The Wehrle Works, setting on the Ohio Erie Canal   
​Newark, Ohio, 1907.

Finished Product of the Newark Stove Company, 1936

Wehrle summer home, Buckeye Lake, Ohio. Photo 2002

Many Thanks to Newark, Ohio Historian Bill Johns, for this Publication - 2016.

August Wehrle was born October 18, 1876 in Newark, Ohio. His father, Colonel Joseph C. Wehrle immigrated to the United States in 1849 at the age of thirteen. His father was a veteran of the Civil War and came out as a Colonel and a local war hero. Colonel Joseph Wehrle, after the war, started a grocery business with the late John McCarthy. In 1883 however, Colonel Joseph Wehrle joined with John Moser and established the Moser and Wehrle Foundry on South Buena Vista Street. The Foundry had specialized in cast iron coal and wood stoves for cooking and heating. In 1889 the company moved to Union and Wilson Streets. In 1903, Colonel Wehrle and his two sons, William and August purchased Moser's stock in the company and changed the name to the Wehrle Company.

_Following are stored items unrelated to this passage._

func BenchmarkDecode(b *testing.B) {
	var doc bytes.Buffer
	l := &geo.Layer{Columns: []geo.Column{{Name: "owner"}, {Name: "area_ha"}, {Name: "free"}}}
	for i := range 10_000 {
		x, y := float64(i%100)/100, float64(i/100)/100
		r := make([]geo.LonLat, 0, 33)
		for k := range 32 {
			sin, cos := math.Sincos(float64(k) * math.Pi / 16)
			r = append(r, geo.LonLat{Lon: x + cos/200, Lat: y + sin/200})
		}
		r = append(r, r[0])
		l.Features = append(l.Features, geo.Feature{ID: strconv.Itoa(i), Values: []geo.Value{geo.TextValue("owner " + strconv.Itoa(i)), geo.NumberValue(float64(i) / 7), geo.BoolValue(true)}, Geometry: geo.LonLatGeometry{Kind: geo.Polygons, Parts: [][][]geo.LonLat{{r}}}})
	}
	if err := Encode(ctx, &doc, l, EncodeOptions{}); err != nil {
		b.Fatal(err)
	}
	b.SetBytes(int64(doc.Len()))
	b.ReportAllocs()
	for b.Loop() {
		if _, err := Decode(ctx, bytes.NewReader(doc.Bytes()), Options{}); err != nil {
			b.Fatal(err)
		}
	}
}

func BenchmarkEncode(b *testing.B) {
	l := &geo.Layer{}
	for i := range 10_000 {
		x, y := float64(i%100)/100, float64(i/100)/100
		l.Features = append(l.Features, geo.Feature{ID: strconv.Itoa(i), Geometry: geo.LonLatGeometry{Kind: geo.Polygons, Parts: [][][]geo.LonLat{{ring(x, y, x+0.01, y, x+0.01, y+0.01, x, y+0.01, x, y)}}}})
	}
	b.ReportAllocs()
	for b.Loop() {
		if err := Encode(ctx, io.Discard, l, EncodeOptions{}); err != nil {
			b.Fatal(err)
		}
	}
}

// The short way of reading a number gives the bits of the standard library's or leaves it alone.
func TestPlainNumberIsTheNearestDouble(t *testing.T) {
	r := rand.New(rand.NewPCG(1, 2))
	texts := []string{"0", "-0", "0.0", "1", "9007199254740992", "9007199254740993", "0.1", "-0.3", "179.99999999", "9.067682100000001", "00", "01", "-01.5", ".5", "1.", "-", "", "1e5", "1.5E3", "1..2", "1.2.3", "0.00000000000000000000001", "0.0000000000000000000001"}
	for range 200_000 {
		texts = append(texts, strconv.FormatFloat((r.Float64()-0.5)*math.Pow(10, float64(r.IntN(9))), 'f', r.IntN(18), 64))
	}
	read := 0
	for _, text := range texts {
		for _, end := range []string{",", "]", "}", " ", "\n"} {
			literal, v, whole, ok := plainNumber([]byte(text + end))
			if !ok {
				continue
			}
			read++
			want, err := strconv.ParseFloat(text, 64)
			if err != nil || !json.Valid([]byte(text)) || string(literal) != text || math.Float64bits(v) != math.Float64bits(want) || whole == strings.Contains(text, ".") {
				t.Fatalf("%q reads as %v (%q, whole %v), the standard library says %v (%v)", text, v, literal, whole, want, err)
			}
		}
	}
	if read < len(texts) {
		t.Errorf("only %d of %d texts went the short way", read, len(texts))
	}
	for _, open := range []string{"12", "1.5", "1x,", "1e5,", "1-,"} {
		if _, _, _, ok := plainNumber([]byte(open)); ok {
			t.Errorf("%q is taken, though it may not end there", open)
		}
	}
}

William became president of the company and August vice president and general manager. The Wehrle Company was the largest stove manufacturers in the world turning out 900-1400 stoves per day. Approximately 2,000 people were employed there with a monthly payroll of over $100,000. The Wehrle Company made stoves exclusively for Sears Roebuck and Company. 

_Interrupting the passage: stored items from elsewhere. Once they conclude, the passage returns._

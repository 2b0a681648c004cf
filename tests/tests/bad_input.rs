//! What cannot be meant, read or allowed: a problem document that says what to do, and nothing written.
#![expect(clippy::unwrap_used, reason = "a test that finds nothing to unwrap fails, as it should")]

use std::io::{Read as _, Write as _};
use std::net::TcpStream;

use serde_json::{Value, json};
use tests::client::Asking;
use tests::program::Options;
use tests::{Answer, Cellar, Client, Engine, Program, cellar, on_both_engines, random_id};

/// One bad request and what its answer must point at.
struct Bad {
    path: String,
    body: Value,
    pointer: &'static str,
}

fn readings(batch: &str) -> String {
    format!("/v1/batches/{batch}/readings")
}

/// The answer points at this place of the body and says something about it.
fn points_at(answer: &Answer, pointer: &str) {
    let document = answer.json();
    let errors = document["errors"].as_array().unwrap_or_else(|| panic!("no places: {answer:?}"));
    let place = errors.iter().find(|error| error["pointer"] == pointer);
    let place = place.unwrap_or_else(|| panic!("{pointer} is not pointed at: {answer:?}"));
    assert!(place["detail"].as_str().unwrap().len() > 5, "{place}");
}

fn post<'a>(client: &'a Client, path: &str) -> Asking<'a> {
    client.request("POST", path).key(&random_id())
}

In 1904 the company became a corporation with assets of approximately one million dollars. The company expanded with acquiring land south of the railroad tracks which was later to be known as the Roper Corporation. In 1936, with August's brother, William's health failing, they sold out to the Florence Stove Company and Sears Roebuck and Company. In 1938, William died of a heart ailment. 

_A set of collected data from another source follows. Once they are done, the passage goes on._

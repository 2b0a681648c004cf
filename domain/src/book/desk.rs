//! What the writer of one site holds in memory: the subjects it needs, folded, and how an entry changes them.
//!
//! The desk reads nothing by itself. What it lacks it names ([`Stop::Need`]), the store lays it on the desk, and the
//! same question is asked again. What it appends it returns as bytes and as changes of projection tables.

use std::collections::{BTreeMap, HashMap};
use std::sync::Arc;

use sha2::{Digest, Sha256};
use uuid::Uuid;

use super::body::{Body, EntryAmended};
use super::command::{Blob, Command, Decision, DirectoryWrite, Draft, Need, Refusal, Stop};
use super::entry_rows::{entry_rows, seq_cell};
use super::in_force::{FoldError, InForce};
use super::loaded::Loaded;
use super::state::{
    BatchState, Described, DeviationState, HoldingState, LotState, PersonState, SiteState, State,
};
use super::subject::{Subject, SubjectKind};
use super::table::{Change, Row};
use super::tables::{COMMAND, SUBJECT, SUBJECT_ENTRY};
use super::{body, decide};
use crate::checks::AdoptedSet;
use crate::ids::{
    BatchId, DeviationId, EntryId, HoldingId, InstrumentId, LotId, MaterialId, PartyId, PersonId,
    SiteId, VesselId,
};
use crate::ledger::canonical::MAX_ENTRY_BYTES;
use crate::ledger::entry::{Actor, Cause, ENVELOPE, Entry, MAX_SUBJECTS, Numbered};
use crate::ledger::tree::{Frontier, Hash, leaf_hash};
use crate::rules::RuleSet;
use crate::stamp::Micros;

/// Where the log stands.
#[derive(Clone, Debug)]
pub struct Position {
    /// How many entries it has.
    pub size: u64,
    /// The right edge of its tree.
    pub frontier: Frontier,
    /// When the last entry was recorded.
    pub last_recorded_at: Micros,
}

impl Position {
    /// An empty log.
    pub fn start() -> Self {
        Self { size: 0, frontier: Frontier::default(), last_recorded_at: Micros(0) }
    }
}

/// One entry with its bytes.
#[derive(Clone, Debug)]
pub struct Sealed {
    /// Its number.
    pub seq: u64,
    /// Its id.
    pub id: EntryId,
    /// Its canonical bytes.
    pub bytes: Vec<u8>,
    /// Its leaf hash.
    pub leaf_hash: Hash,
    /// The entry itself.
    pub entry: Arc<Entry>,
}

/// What one command added.
#[derive(Clone, Debug, Default)]
pub struct Appended {
    /// Entries in order.
    pub entries: Vec<Sealed>,
    /// Changes of projection tables, in order.
    pub changes: Vec<Change>,
    /// Documents to be kept.
    pub blobs: Vec<Blob>,
    /// Directory records to be kept.
    pub directory: Vec<DirectoryWrite>,
}

/// See the module.
#[derive(Clone, Debug)]
pub struct Desk {
    site: SiteId,
    subjects: HashMap<Subject, Arc<Loaded>>,
    entries: HashMap<EntryId, Option<Arc<Entry>>>,
    codes: HashMap<(SubjectKind, String), Option<Uuid>>,
    rule_sets: HashMap<String, Arc<RuleSet>>,
}

impl Desk {
    /// An empty desk.
    pub fn new(site: SiteId) -> Self {
        Self {
            site,
            subjects: HashMap::new(),
            entries: HashMap::new(),
            codes: HashMap::new(),
            rule_sets: HashMap::new(),
        }
    }

    /// Which site.
    pub const fn site_id(&self) -> SiteId {
        self.site
    }

    /// The running number of a subject as it lies here, if it does.
    pub fn cached_n(&self, subject: &Subject) -> Option<u64> {
        self.subjects.get(subject).map(|loaded| loaded.n)
    }

    /// Lays a subject on the desk, from its entries in the log's order. None of them: it does not exist.
    ///
    /// # Errors
    /// [`FoldError`] if the log holds what this program cannot read.
    pub fn put(&mut self, subject: Subject, entries: &[Entry]) -> Result<(), FoldError> {
        self.subjects.insert(subject, Arc::new(Loaded::read(subject, entries)?));
        Ok(())
    }

    /// Lays a rule set on the desk that another desk has read.
    pub fn lend_rule_set(&mut self, digest: &str, set: Arc<RuleSet>) {
        self.rule_sets.insert(digest.to_owned(), set);
    }

    /// A rule set that lies here, by the digest of its text.
    pub fn rule_set(&self, digest: &str) -> Option<&Arc<RuleSet>> {
        self.rule_sets.get(digest)
    }

    /// Lays a subject on the desk that another desk has folded.
    pub fn lend(&mut self, subject: Subject, loaded: Arc<Loaded>) {
        self.subjects.insert(subject, loaded);
    }

    /// The subject as it lies here.
    pub fn loaded(&self, subject: &Subject) -> Option<&Arc<Loaded>> {
        self.subjects.get(subject)
    }

    /// Answers [`Need::Entry`].
    pub fn put_entry(&mut self, id: EntryId, entry: Option<Entry>) {
        self.entries.insert(id, entry.map(Arc::new));
    }

    /// Answers [`Need::Code`].
    pub fn put_code(&mut self, kind: SubjectKind, code: &str, id: Option<Uuid>) {
        self.codes.insert((kind, code.to_owned()), id);
    }

    /// Answers [`Need::Blob`] with the text of a rule set.
    ///
    /// # Errors
    /// [`FoldError::RuleSet`] if the text is none.
    pub fn put_rule_set(&mut self, digest: &str, text: &str) -> Result<(), FoldError> {
        let set = RuleSet::parse(text)
            .map_err(|e| FoldError::RuleSet { digest: digest.to_owned(), detail: e.to_string() })?;
        self.rule_sets.insert(digest.to_owned(), Arc::new(set));
        Ok(())
    }

    /// Takes a subject off the desk: what lies here may not be what the log says.
    pub fn forget(&mut self, subject: &Subject) {
        self.subjects.remove(subject);
    }

    /// Ends a group of commands: what is only true under the lock is forgotten.
    pub fn end_group(&mut self) {
        self.codes.clear();
        self.entries.clear();
    }

    /// What a command will surely touch, so that counters can be read in one statement.
    pub fn subjects_of(&self, command: &Command) -> Vec<Subject> {
        let mut subjects = decide::subjects_of(self.site, &command.act);
        if let Actor::Person(person) = command.actor {
            subjects.push(person.into());
        }
        subjects
    }

    /// Decides a command on what lies here.
    ///
    /// # Errors
    /// [`Stop`]: something has to be laid here first, or the command is refused and nothing is written.
    pub fn decide(
        &self,
        command: &Command,
        now: Micros,
        draw: &mut dyn FnMut() -> Uuid,
    ) -> Result<Decision, Stop> {
        if let Some((subject, n)) = command.expects {
            let current = self.subject(subject)?.n;
            if current == 0 {
                return Err(Refusal::unknown(subject.kind.name()).into());
            }
            if current != n {
                return Err(Refusal {
                    kind: super::command::RefusalKind::Stale,
                    pointer: None,
                    detail: format!(
                        "the {} now stands at ETag \"{current}\": look at it again, then repeat with that",
                        subject.kind.name()
                    ),
                }
                .into());
            }
        }
        let decision = decide::decide(self, command, now, draw)?;
        self.all_loaded(&decision)?;
        decision.drafts.iter().try_for_each(fits_one_entry)?;
        Ok(decision)
    }

    /// Everything the drafts are about must lie here before they can be appended.
    fn all_loaded(&self, decision: &Decision) -> Result<(), Stop> {
        let missing: Vec<Need> = decision
            .drafts
            .iter()
            .flat_map(|draft| &draft.subjects)
            .filter(|subject| !self.subjects.contains_key(subject))
            .map(|subject| Need::Subject(*subject))
            .collect();
        if missing.is_empty() { Ok(()) } else { Err(Stop::Need(missing)) }
    }

    /// Appends what was decided: numbers, bytes, tables. `now` must not be before the last entry.
    ///
    /// # Errors
    /// [`FoldError`]; the desk must then be thrown away.
    pub fn append(
        &mut self,
        position: &mut Position,
        command: &Command,
        decision: Decision,
        now: Micros,
    ) -> Result<Appended, FoldError> {
        let first = position.size;
        let of = u32::try_from(decision.drafts.len()).unwrap_or(u32::MAX);
        let mut appended = Appended {
            blobs: decision.blobs,
            directory: decision.directory,
            ..Appended::default()
        };
        for (part, draft) in (1..).zip(decision.drafts) {
            let entry = self.number(position, command, &draft, (part, of), now)?;
            let bytes = entry.to_bytes()?;
            let leaf_hash = leaf_hash(&bytes);
            position.frontier.push(leaf_hash);
            position.size += 1;
            position.last_recorded_at = corrected_clock(&draft).unwrap_or(now);
            appended.changes.extend(self.take(&entry)?);
            appended.entries.push(Sealed {
                seq: entry.seq,
                id: entry.id,
                bytes,
                leaf_hash,
                entry: Arc::new(entry),
            });
        }
        if of > 0 {
            appended.changes.push(command_row(command, first, of));
        }
        Ok(appended)
    }

    fn number(
        &self,
        position: &Position,
        command: &Command,
        draft: &Draft,
        (part, of): (u32, u32),
        now: Micros,
    ) -> Result<Entry, FoldError> {
        let seq = position.size;
        let inconsistent = |detail: String| FoldError::Inconsistent { seq, detail };
        if draft.subjects.is_empty() || draft.subjects.len() > MAX_SUBJECTS {
            return Err(inconsistent(format!("it has {} subjects", draft.subjects.len())));
        }
        let subjects = draft
            .subjects
            .iter()
            .map(|subject| {
                let n = self
                    .cached_n(subject)
                    .ok_or_else(|| inconsistent(format!("{subject} is not loaded")))?;
                Ok(Numbered { kind: subject.kind, id: subject.id, n: n + 1 })
            })
            .collect::<Result<_, FoldError>>()?;
        let (kind, kv) = draft.body.kind();
        Ok(Entry {
            v: ENVELOPE,
            site: self.site,
            seq,
            id: draft.id,
            kind: kind.to_owned(),
            kv,
            occurred_at: draft.occurred_at,
            captured_at: draft.captured_at,
            recorded_at: now,
            cause: Cause { command: command.id, of, part, print: hex(&command.print) },
            actor: command.actor,
            via: command.via,
            subjects,
            body: draft.body.write().map_err(|e| inconsistent(e.to_string()))?,
        })
    }

    /// Takes an entry from the log into the subjects it is about, all of which must lie here.
    ///
    /// # Errors
    /// [`FoldError`].
    pub fn take(&mut self, entry: &Entry) -> Result<Vec<Change>, FoldError> {
        let read = Arc::new(InForce::original(entry)?);
        let mut changes: Vec<Change> = entry_rows(&read).into_iter().map(Change::Put).collect();
        match read.body.as_ref() {
            Body::EntryAmended(amendment) => self.amend(entry, &read, amendment, &mut changes)?,
            _ => {
                for numbered in &entry.subjects {
                    self.change(entry, numbered, &mut changes, |loaded, subject| {
                        loaded.insert(subject, &read);
                    })?;
                }
            }
        }
        Ok(changes)
    }

    fn amend(
        &mut self,
        entry: &Entry,
        read: &Arc<InForce>,
        amendment: &EntryAmended,
        changes: &mut Vec<Change>,
    ) -> Result<(), FoldError> {
        let before = self.original(entry, amendment)?;
        let after = Arc::new(before.amended(entry, amendment)?);
        difference(entry_rows(&before), entry_rows(&after), changes);
        for numbered in &entry.subjects {
            self.change(entry, numbered, changes, |loaded, subject| {
                loaded.replace(subject, &after);
                debug_assert!(read.subjects.contains(&subject));
            })?;
        }
        Ok(())
    }

    /// The amended entry as it reads so far, from the subject that knows most of how it came to read so: one that it
    /// was moved to knows nothing of before.
    fn original(&self, entry: &Entry, amendment: &EntryAmended) -> Result<Arc<InForce>, FoldError> {
        entry
            .subjects()
            .filter_map(|subject| self.subjects.get(&subject)?.known(amendment.target.seq))
            .max_by_key(|candidate| candidate.amendments.len())
            .cloned()
            .ok_or_else(|| FoldError::Inconsistent {
                seq: entry.seq,
                detail: format!(
                    "it amends entry {}, which none of its subjects has",
                    amendment.target.seq
                ),
            })
    }

    fn change(
        &mut self,
        entry: &Entry,
        numbered: &Numbered,
        changes: &mut Vec<Change>,
        with: impl FnOnce(&mut Loaded, Subject),
    ) -> Result<(), FoldError> {
        let subject = numbered.subject();
        let inconsistent = |detail: String| FoldError::Inconsistent { seq: entry.seq, detail };
        let loaded = self
            .subjects
            .get_mut(&subject)
            .ok_or_else(|| inconsistent(format!("{subject} is not loaded")))?;
        let loaded = Arc::make_mut(loaded);
        if numbered.n != loaded.n + 1 {
            return Err(inconsistent(format!(
                "it is number {} about {subject}, which has {} so far",
                numbered.n, loaded.n
            )));
        }
        let before = loaded.state.rows();
        loaded.n += 1;
        with(loaded, subject);
        let after = loaded.state.rows();
        self.note_codes(&after);
        difference(before, after, changes);
        let key = || subject.key().as_slice().into();
        changes
            .push(Change::Put(Row { table: &SUBJECT, cells: vec![key(), seq_cell(numbered.n)] }));
        changes.push(Change::Put(Row {
            table: &SUBJECT_ENTRY,
            cells: vec![key(), seq_cell(numbered.n), seq_cell(entry.seq)],
        }));
        Ok(())
    }

    /// Codes given within a group are taken for the commands after it.
    fn note_codes(&mut self, rows: &[Row]) {
        use super::table::Cell;
        for row in rows.iter().filter(|row| row.table.name == super::tables::CODE.name) {
            if let [Cell::Text(kind), Cell::Text(code), Cell::Bytes(id)] = row.cells.as_slice()
                && let Some(kind) = SubjectKind::ALL.into_iter().find(|k| k.name() == kind)
                && let Ok(id) = Uuid::from_slice(id)
            {
                self.codes.insert((kind, code.clone()), Some(id));
            }
        }
    }
}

​Around 1940, August set up the Wehrle Foundation to help promote his givings. One of the last gifts August gave was to the Columbus Catholic Diocese a 557 acre farm west of Newark. The diocese in turn gave it to Missionaries of St. Peter and Paul known as "Pime Fathers" to establish its first seminary in America. August gave very generously to promote foreign ministries around the. world and also to the education of Priests. One of the last items donated by the Foundation was the Wehrle Center on West Main Street. August Wehrle lived in Newark all his life. After the sale of the Wehrle Company, August and William devoted their time to oil and gas interests and also the Wehrle Reality Company. 

​After 1941, August suffered from a heart condition and on September 7, 1955, August died in St. Anthony Hospital, Columbus from his failing heart. At the time of his death, August was President and Treasurer of the Wehrle Reality Company located at 33 1/2 West Main Street and he resided at 24 N 7th Street. The Wehrles had owned a whole block bordering on North 7th Street and also a summer home on Buckeye Lake. 

Both William and August Wehrle were made Knights of St. Gregory in June 1928 with two Columbus men, Bernard Smith and R.G. Berry, the first to have his honor conferred in the history of the Columbus diocese of the Catholic Church. Giving to charity an interest in education brought about the investiture announced by the late pontiff Pope Pius 11th.